This paper describes the applicability of relation-algebraic methods to state space analysis of Petri nets. It provides an in-depth summary of relation-algebraic methods--an area in which the authors, particularly Fronk, have already published numerous works. The paper builds mainly on these existing works, and this consolidation of them is a substantial contribution.
The introduction allows readers who are not very familiar with Petri nets to update their knowledge. Nevertheless, some background in formal models and Petri nets is required, in order to understand the motivation of the work.

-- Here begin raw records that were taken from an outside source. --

/**
 * Limits of validity of the laws (physics.md section 4): each is a measured value against the value up to which its law holds.
 * The run watches them and tells when one is exceeded; a check lists those exceeded at rest.
 */
import { BUBBLE } from '../network/network.ts';
import { faceArea } from '../network/geometry.ts';
import { GAS_CONSTANT } from '../quantities/constants.ts';
import { TUBE, tubeViscosity } from '../transfer/tube.ts';
import type { NetworkSystem } from './system.ts';

/** Laminar tube flow ends near this Reynolds number (common practice). */
const REYNOLDS = 2300;
/** Entrance length of laminar tube flow over diameter and Reynolds number (common practice). */
const ENTRANCE = 0.06;
/** Slip at the wall matters above this ratio of mean free path to bore (common practice). */
const KNUDSEN = 0.01;
/** Below this share of the isothermal speed of sound the flow's own inertia is small (common practice). */
const MACH = 0.3;
/** A film thinner than this is no liquid layer any more, m. */
const THINNEST_FILM = 5e-9;
/** Two spheres count as far apart while their radii add up to less than this share of their distance. */
const NEAREST_SPHERES = 0.5;

export interface Limit {
  readonly nodes: readonly number[];
  readonly subject: string;
  readonly partner: string;
  readonly link: string;
  readonly unit: string;
  /** What is passed, in words. */
  readonly detail: string;
  /** The value at which the law ends; exceeded above it (`below` false) or below it. */
  readonly bound: number;
  readonly below: boolean;
  /** The value at time t from the present node state. */
  value(t: number): number;
  /** False while the thing is gone. */
  present(): boolean;
}

/** Signed distance past the limit, relative: positive where it is exceeded. */
export function excess(limit: Limit, t: number): number {
  const ratio = limit.value(t) / limit.bound - 1;
  return limit.below ? -ratio : ratio;
}

/** Every limit of a network. */
export function networkLimits(system: NetworkSystem, alive: Uint8Array, linkOpen: readonly Uint8Array[]): Limit[] {
  return [...bubbleLimits(system, alive), ...linkLimits(system, alive, linkOpen)];
}

function bubbleLimits(system: NetworkSystem, alive: Uint8Array): Limit[] {
  const { network, state } = system;
  const { nodes, films } = network;
  const limits: Limit[] = [];
  for (let i = 0; i < nodes.bubbleCount; i++) {
    if (films[nodes.film[i]!]!.constantTension && !(nodes.liquid[i]! > 0)) continue;
    const subject = network.nodeName(nodes.origin[i]!);
    const common = { nodes: [i], subject, partner: '', link: '', present: (): boolean => alive[i] !== 0 };
    if (!films[nodes.film[i]!]!.constantTension) {
      limits.push({
        ...common,
        unit: 'N/m',
        detail: 'tension at or below a hundredth of the clean one: a real film buckles or collapses here',
        bound: 0.01 * films[nodes.film[i]!]!.cleanTension,
        below: true,
        value: () => state.tension[i]!,
      });
    }
    if (nodes.liquid[i]! > 0) {
      limits.push({
        ...common,
        unit: 'm',
        detail: 'film thinner than 5 nm: no liquid layer is left to carry surfactant, and surface forces rule',
        bound: THINNEST_FILM,
        below: true,
        value: () => (2 * nodes.liquid[i]!) / faceArea(nodes.mouth[i]!, state.size[i]!),
      });
    }
  }
  return limits;
}

function linkLimits(system: NetworkSystem, alive: Uint8Array, linkOpen: readonly Uint8Array[]): Limit[] {
  const { network, state, groups } = system;
  const { nodes } = network;
  const species = network.species.length;
  const RT = GAS_CONSTANT * network.temperature;
  const limits: Limit[] = [];
  groups.forEach(({ group, kernel }, g) => {
    const { table } = group;
    const flows = new Float64Array(species);
    for (let l = 0; l < table.count; l++) {
      const i = table.from[l]!;
      const j = table.to[l]!;
      const common = {
        nodes: [i, j],
        subject: network.nodeName(nodes.origin[i]!),
        partner: network.nodeName(nodes.origin[j]!),
        link: network.linkName(table.origin[l]!),
        below: false,
        present: (): boolean => linkOpen[g]![l] !== 0 && alive[i] !== 0 && alive[j] !== 0,
      };
      const smaller = (): number => Math.min(state.radius[i]!, state.radius[j]!);
      switch (table.kind) {
        case 'tube': {
          const a = table.coefficients[l * table.stride + TUBE.radius]!;
          const length = table.coefficients[l * table.stride + TUBE.length]!;
          const gas = { massFlow: 0, viscosity: 0, molarMass: 0, pressure: 0, flow: 0 };
          const look = (t: number): typeof gas => {
            kernel.flow(group, l, state, t, flows);
            gas.flow = flows.reduce((sum, q) => sum + q, 0);
            gas.massFlow = flows.reduce((sum, q, k) => sum + Math.abs(q) * network.molarMass[k]!, 0);
            const up = gas.flow >= 0 ? i : j;
            gas.pressure = Math.min(state.pressure[i]!, state.pressure[j]!);
            const x = Float64Array.from({ length: species }, (_, k) => state.partial[up * species + k]! / state.pressure[up]!);
            gas.viscosity = tubeViscosity(network, table, l, x);
            gas.molarMass = x.reduce((sum, share, k) => sum + share * network.molarMass[k]!, 0);
            return gas;
          };
          const reynolds = (t: number): number => (2 * look(t).massFlow) / (Math.PI * a * gas.viscosity);
          limits.push(
            {
              ...common,
              unit: '1',
              detail: 'Reynolds number above 2300: the flow is no longer laminar, and Hagen-Poiseuille overstates it',
              bound: REYNOLDS,
              value: reynolds,
            },
            {
              ...common,
              unit: 'm',
              detail: 'entrance length longer than the tube: the flow never becomes Poiseuille flow, and is overstated',
              bound: length,
              value: (t) => ENTRANCE * reynolds(t) * 2 * a,
            },
            {
              ...common,
              unit: '1',
              detail: 'Knudsen number above 0.01: the gas slips at the wall, and the flow is understated',
              bound: KNUDSEN,
              value: (t) => {
                const { viscosity, pressure, molarMass } = look(t);
                // Mean free path of a gas from its viscosity: lambda = (mu/p) sqrt(pi R T/(2 M)).
                return ((viscosity / pressure) * Math.sqrt((Math.PI * RT) / (2 * molarMass))) / (2 * a);
              },
            },
            {
              ...common,
              unit: '1',
              detail: "Mach number above 0.3: the gas's inertia matters, and the flow is overstated",
              bound: MACH,
              value: (t) => {
                const { flow, pressure, molarMass } = look(t);
                return ((Math.abs(flow) * RT) / (pressure * Math.PI * a * a)) / Math.sqrt(RT / molarMass);
              },
            },
          );
          break;
        }
        case 'film-area':
        case 'film-share': {
          // What cannot change during a run is listed only where it is exceeded: networks have 10^5 contact films.
          const thickness = table.thickness[l]!;
          if (thickness < THINNEST_FILM) {
            limits.push({
              ...common,
              unit: 'm',
              detail: 'film thinner than 5 nm: no liquid layer is left to dissolve in',
              bound: THINNEST_FILM,
              below: true,
              value: () => thickness,
            });
          }
          if (nodes.kind[i] !== BUBBLE || nodes.kind[j] !== BUBBLE) break;
          const extent = table.extent[l]!;
          if (table.kind === 'film-share' && !(extent > 1)) break;
          limits.push({
            ...common,
            unit: '1',
            detail: 'contact film wider than the smaller bubble: spheres with a flat contact no longer describe it',
            bound: 1,
            value: () => (table.kind === 'film-area' ? Math.sqrt(extent / Math.PI) / smaller() : Math.sqrt(extent)),
          });
          break;
        }
        case 'liquid-path': {
          const distance = table.coefficients[l * table.stride + species]!;
          limits.push({
            ...common,
            unit: '1',
            detail: 'the two bubbles are too near one another for the shape factor of distant spheres',
            bound: NEAREST_SPHERES,
            value: () => (state.radius[i]! + state.radius[j]!) / distance,
          });
          break;
        }
        case 'pool-path':
          break;
      }
    }
  });
  return limits;
}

As the authors state, the reachability problem is generally nondeterministic polynomial time (NP) complete and complexity can be polynomial for specific net classes. Thus, their objective is to evaluate the applicability of relation-algebraic concepts in this context. This is done mathematically, in approximately 20 pages, where the authors consolidate results from previous work to present a coherent picture. The evaluation sounds convincing; as most tools and examples are publicly available, interested readers will be able to reproduce some of the results presented. The reduction of token sizes in some examples appears rather arbitrary. This is also one of the key findings in the evaluation summary (Section 8.5): “relation algebra is both space efficient and of high performance if the number of tokens is kept small.”
Overall, Fronk and Kehden’s approach is (still) exponential and is best suited for a specific set of problems in reachability analysis, such as “finding a pair of markings such that two places are marked simultaneously, or finding home states.” Both the text passages and formulas are clearly written and pleasant to read. I recommend it to anyone who needs an overview of the state of the art in Petri nets as a modeling method.